--- Data excerpts Enclosed Below ---

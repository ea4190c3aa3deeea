"""Brushless drive currents against circuit theory, the three-phase power balance and the
energy balance of an averaged buck converter."""

from __future__ import annotations

import math

import pytest
from hypothesis import given, settings
from hypothesis import strategies as st

from reviewer.engineering.brushless import (
    FIELD_ORIENTED,
    LOCKED_ROTOR_HOTTEST_PHASE_FACTOR,
    SIX_STEP,
    battery_current,
    current_for_battery_limit,
    dc_equivalent_current,
    duty_cycle,
    kv_from_no_load,
    limited_currents,
    line_to_line_ke,
    line_to_line_resistance,
    locked_rotor_hottest_phase_loss,
    locked_rotor_phase_currents,
    motor_torque,
    phase_peak_current,
    quoted_current,
    torque_per_amp,
    winding_copper_loss,
)
from reviewer.engineering.motor import no_load_speed, rad_s_to_rpm

KE_100KV = 60.0 / (2.0 * math.pi * 100.0)  # SI definition of Kv, brief 3


def test_ke_from_kv() -> None:
    # brief 3 (C): Ke = 60 / (2 pi Kv) = 9.5493 / Kv
    assert line_to_line_ke(100.0) == pytest.approx(0.095493, abs=1e-6)


def test_star_winding_line_to_line_resistance() -> None:
    # circuit theory: two star phases in series between two terminals, R_LL = 2 R_phase
    assert line_to_line_resistance(0.05) == pytest.approx(0.10)
    with pytest.raises(ValueError):
        line_to_line_resistance(0.0)


def test_field_oriented_torque_per_peak_amp_is_0866() -> None:
    # brief 11 (D, three-phase power balance): T = (sqrt 3 / 2) Ke_LL I_pk, 0.866 per peak amp
    ratio = torque_per_amp(1.0, FIELD_ORIENTED, "peak") / torque_per_amp(1.0, SIX_STEP)
    assert ratio == pytest.approx(0.866, abs=5e-4)
    assert 1.0 - ratio == pytest.approx(0.13, abs=0.01)  # "about 13 % less torque per amp"


def test_field_oriented_torque_from_three_phase_power() -> None:
    # three-phase power balance (circuit theory): P = 3 E_rms I_rms = (3/2) E_ph,pk I_pk with
    # current in phase with the back-EMF; E_ph,pk = E_LL,pk / sqrt 3 for a star winding
    omega, peak = 300.0, 40.0
    phase_emf_peak = KE_100KV * omega / math.sqrt(3.0)
    power = 1.5 * phase_emf_peak * peak
    assert motor_torque(KE_100KV, peak, FIELD_ORIENTED, "peak") == pytest.approx(power / omega)


def test_six_step_torque_from_two_conducting_phases() -> None:
    # six-step (Mohan et al., from memory): two phases in series carry I against the flat-top
    # line-to-line back-EMF, P = E_LL I, so T = Ke_LL I
    omega, current = 300.0, 40.0
    power = KE_100KV * omega * current
    assert motor_torque(KE_100KV, current, SIX_STEP) == pytest.approx(power / omega)


def test_field_oriented_copper_loss_from_phase_rms() -> None:
    # circuit theory: a sinusoid's rms is peak / sqrt 2; three phases of R_LL / 2 each give
    # 3 (I_pk^2 / 2)(R_LL / 2) = (3/4) I_pk^2 R_LL
    r_ll, peak = 0.1, 40.0
    per_phase = (peak / math.sqrt(2.0)) ** 2 * (r_ll / 2.0)
    assert winding_copper_loss(peak, r_ll, FIELD_ORIENTED, "peak") == pytest.approx(3 * per_phase)
    assert winding_copper_loss(peak, r_ll, FIELD_ORIENTED, "peak") == pytest.approx(120.0)


def test_six_step_and_brushed_copper_loss() -> None:
    # Joule's law, P = I^2 R through the conducting loop (R_LL for six-step)
    assert winding_copper_loss(40.0, 0.1, SIX_STEP) == pytest.approx(160.0)
    assert winding_copper_loss(40.0, 0.1, "brushed") == pytest.approx(160.0)


def test_rms_figure_is_peak_over_root_two() -> None:
    # circuit theory: I_pk = sqrt 2 I_rms for a sinusoid
    assert phase_peak_current(10.0, FIELD_ORIENTED, "rms") == pytest.approx(14.142, abs=1e-3)
    assert dc_equivalent_current(10.0, FIELD_ORIENTED, "rms") == pytest.approx(
        math.sqrt(1.5) * 10.0
    )
    assert quoted_current(
        dc_equivalent_current(7.0, FIELD_ORIENTED, "rms"), FIELD_ORIENTED, "rms"
    ) == pytest.approx(7.0)


def test_field_oriented_basis_must_be_given() -> None:
    # engineering stance: an unknown basis is never silently taken as one or the other
    with pytest.raises(ValueError):
        dc_equivalent_current(10.0, FIELD_ORIENTED)
    with pytest.raises(ValueError):
        dc_equivalent_current(10.0, "trapezoid")


def test_stall_battery_current_is_i_squared_r_over_v() -> None:
    # brief 11 (energy balance): at a stall V I_b = I^2 R, so 40 A through 0.2 ohm on 36 V
    # draws 320 W / 36 V = 8.889 A from the pack
    assert battery_current(0.0, 40.0, 0.2, 36.0) == pytest.approx(320.0 / 36.0)
    point = limited_currents(0.0, 36.0, 0.2, 40.0, None)
    assert point.limited_by == "motor current limit"
    assert point.battery_current == pytest.approx(8.889, abs=1e-3)
    assert point.electrical_input == pytest.approx(point.copper_loss)


def test_stall_with_battery_limit() -> None:
    # energy balance at a stall: I_b V = I^2 R, so 5 A on 36 V through 0.2 ohm lets
    # I = sqrt(5 x 36 / 0.2) = 30 A through the winding
    point = limited_currents(0.0, 36.0, 0.2, None, 5.0)
    assert point.limited_by == "battery current limit"
    assert point.motor_current == pytest.approx(30.0)
    assert point.battery_current == pytest.approx(5.0)


def test_cruise_energy_balance() -> None:
    # energy balance (electrical in = mechanical out + copper loss): back-EMF 30 V, 20 A
    # through 0.2 ohm on 36 V: d = (30 + 4) / 36, I_b = 18.889 A,
    # V I_b = 680 W = E I (600 W) + I^2 R (80 W)
    point = limited_currents(30.0, 36.0, 0.2, 20.0, None)
    assert point.motor_current == pytest.approx(20.0)
    assert point.battery_current == pytest.approx(18.889, abs=1e-3)
    assert point.electrical_input == pytest.approx(30.0 * 20.0 + point.copper_loss)
    assert point.copper_loss == pytest.approx(80.0)


def test_cruise_battery_limit_root() -> None:
    # quadratic formula on 0.2 I^2 + 30 I - 10 x 36 = 0: I = (-30 + sqrt(900 + 288)) / 0.4
    expected = (-30.0 + math.sqrt(900.0 + 288.0)) / 0.4
    point = limited_currents(30.0, 36.0, 0.2, 20.0, 10.0)
    assert point.limited_by == "battery current limit"
    assert point.motor_current == pytest.approx(expected)
    assert point.battery_current == pytest.approx(10.0)


def test_near_no_load_speed_the_pack_voltage_limits() -> None:
    # Ohm's law: with E = 35 V on 36 V through 0.2 ohm only 5 A flows; duty is then 1, and
    # the battery current equals the motor current
    point = limited_currents(35.0, 36.0, 0.2, 20.0, 30.0)
    assert point.limited_by == "pack voltage"
    assert point.motor_current == pytest.approx(5.0)
    assert point.battery_current == pytest.approx(5.0)
    assert limited_currents(40.0, 36.0, 0.2, 20.0, None).motor_current == 0.0


def test_duty_is_clipped() -> None:
    # an averaged bridge cannot apply more than the pack voltage or less than none
    assert duty_cycle(50.0, 10.0, 0.2, 36.0) == 1.0
    assert duty_cycle(0.0, 0.0, 0.2, 36.0) == 0.0


@settings(max_examples=300, deadline=None)
@given(
    emf=st.floats(0.0, 100.0),
    voltage=st.floats(1.0, 100.0),
    resistance=st.floats(0.005, 5.0),
    motor_limit=st.none() | st.floats(0.0, 500.0),
    battery_limit=st.none() | st.floats(0.0, 500.0),
)
def test_limits_and_energy_balance_hold_everywhere(
    emf: float,
    voltage: float,
    resistance: float,
    motor_limit: float | None,
    battery_limit: float | None,
) -> None:
    # conservation of energy: copper loss never exceeds the electrical input; d <= 1 means the
    # battery current never exceeds the motor current; and no limit is ever exceeded
    point = limited_currents(emf, voltage, resistance, motor_limit, battery_limit)
    assert point.copper_loss <= point.electrical_input * (1 + 1e-9) + 1e-9
    assert point.battery_current <= point.motor_current * (1 + 1e-12) + 1e-12
    if motor_limit is not None:
        assert point.motor_current <= motor_limit
    if battery_limit is not None:
        assert point.battery_current <= battery_limit * (1 + 1e-9) + 1e-12
    assert voltage * point.battery_current == pytest.approx(
        min(emf, voltage) * point.motor_current + point.copper_loss, rel=1e-9, abs=1e-9
    )


def test_battery_limit_root_is_stable_at_high_back_emf() -> None:
    # the quadratic's root by the textbook formula in exact rationals: R I^2 + E I = I_b V
    current = current_for_battery_limit(1.0e4, 1.0e-3, 1.0e4, 1.0e-3)
    assert 1.0e-3 * current**2 + 1.0e4 * current == pytest.approx(1.0e-3 * 1.0e4, rel=1e-12)


def test_locked_rotor_hottest_phase_is_twice_the_mean() -> None:
    # brief 11 (M): with the current vector standing still one phase can carry all of I_pk,
    # I_pk^2 R_ph, against a mean of (1/2) I_pk^2 R_ph (the other two carry I_pk / 2 each)
    peak, r_phase = 40.0, 0.05
    mean = winding_copper_loss(peak, 2 * r_phase, FIELD_ORIENTED, "peak") / 3.0
    hottest = locked_rotor_hottest_phase_loss(peak, r_phase)
    assert hottest == pytest.approx(peak**2 * r_phase)
    assert hottest / mean == pytest.approx(LOCKED_ROTOR_HOTTEST_PHASE_FACTOR)
    assert locked_rotor_phase_currents(peak, 0.0)[1] == pytest.approx(-peak / 2)


@given(angle=st.floats(-10.0, 10.0))
def test_locked_rotor_phase_losses_sum_to_the_total(angle: float) -> None:
    # Kirchhoff's current law and cos^2 identity: the three currents sum to zero and their losses
    # to (3/2) I_pk^2 R_ph at any frozen angle; no phase exceeds twice the mean
    peak, r_phase = 40.0, 0.05
    currents = locked_rotor_phase_currents(peak, angle)
    assert sum(currents) == pytest.approx(0.0, abs=1e-9)
    assert sum(i * i * r_phase for i in currents) == pytest.approx(1.5 * peak**2 * r_phase)
    hottest = locked_rotor_hottest_phase_loss(peak, r_phase, angle)
    assert hottest <= 2.0 * (0.5 * peak**2 * r_phase) * (1 + 1e-12)


def test_kv_from_no_load_counts_the_drop_once() -> None:
    # DC machine equation V = E + I R (Chapman, from memory), worked case: 3564 rpm at 36 V with
    # I0 = 1.2 A through 0.3 ohm: E = 35.64 V, Kv = 100 rpm/V
    n0, volts, i0, r = 3564.0, 36.0, 1.2, 0.3
    kv = kv_from_no_load(n0, volts, i0, r)
    assert kv == pytest.approx(100.0)
    # the model subtracts I0 R itself, so the corrected Kv gives back the measured speed
    assert rad_s_to_rpm(no_load_speed(volts, kv, r, i0)) == pytest.approx(n0)
    # n0 / V counts the drop twice: Kv 99.0, and the model then predicts 1 % less speed than
    # was measured, which under-reads a top speed: the unsafe side for a speed limit
    naive = n0 / volts
    assert naive == pytest.approx(99.0)
    predicted = rad_s_to_rpm(no_load_speed(volts, naive, r, i0))
    assert predicted < n0
    assert 1.0 - predicted / n0 == pytest.approx(0.01, abs=1e-9)


def test_kv_from_no_load_rejects_impossible_tests() -> None:
    # V = E + I R: a drop as large as the voltage leaves no back-EMF to measure
    with pytest.raises(ValueError):
        kv_from_no_load(1000.0, 1.0, 10.0, 0.1)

--- End of Enclosed Data excerpts ---

### Work item
All that is wanted is the stretch of lines above from the one containing "# circuit theory: two" through the one containing "assert 1.0 - ratio", duplicated exactly.

### Task result
    # circuit theory: two star phases in series between two terminals, R_LL = 2 R_phase
    assert line_to_line_resistance(0.05) == pytest.approx(0.10)
    with pytest.raises(ValueError):
        line_to_line_resistance(0.0)


def test_field_oriented_torque_per_peak_amp_is_0866() -> None:
    # brief 11 (D, three-phase power balance): T = (sqrt 3 / 2) Ke_LL I_pk, 0.866 per peak amp
    ratio = torque_per_amp(1.0, FIELD_ORIENTED, "peak") / torque_per_amp(1.0, SIX_STEP)
    assert ratio == pytest.approx(0.866, abs=5e-4)
    assert 1.0 - ratio == pytest.approx(0.13, abs=0.01)  # "about 13 % less torque per amp"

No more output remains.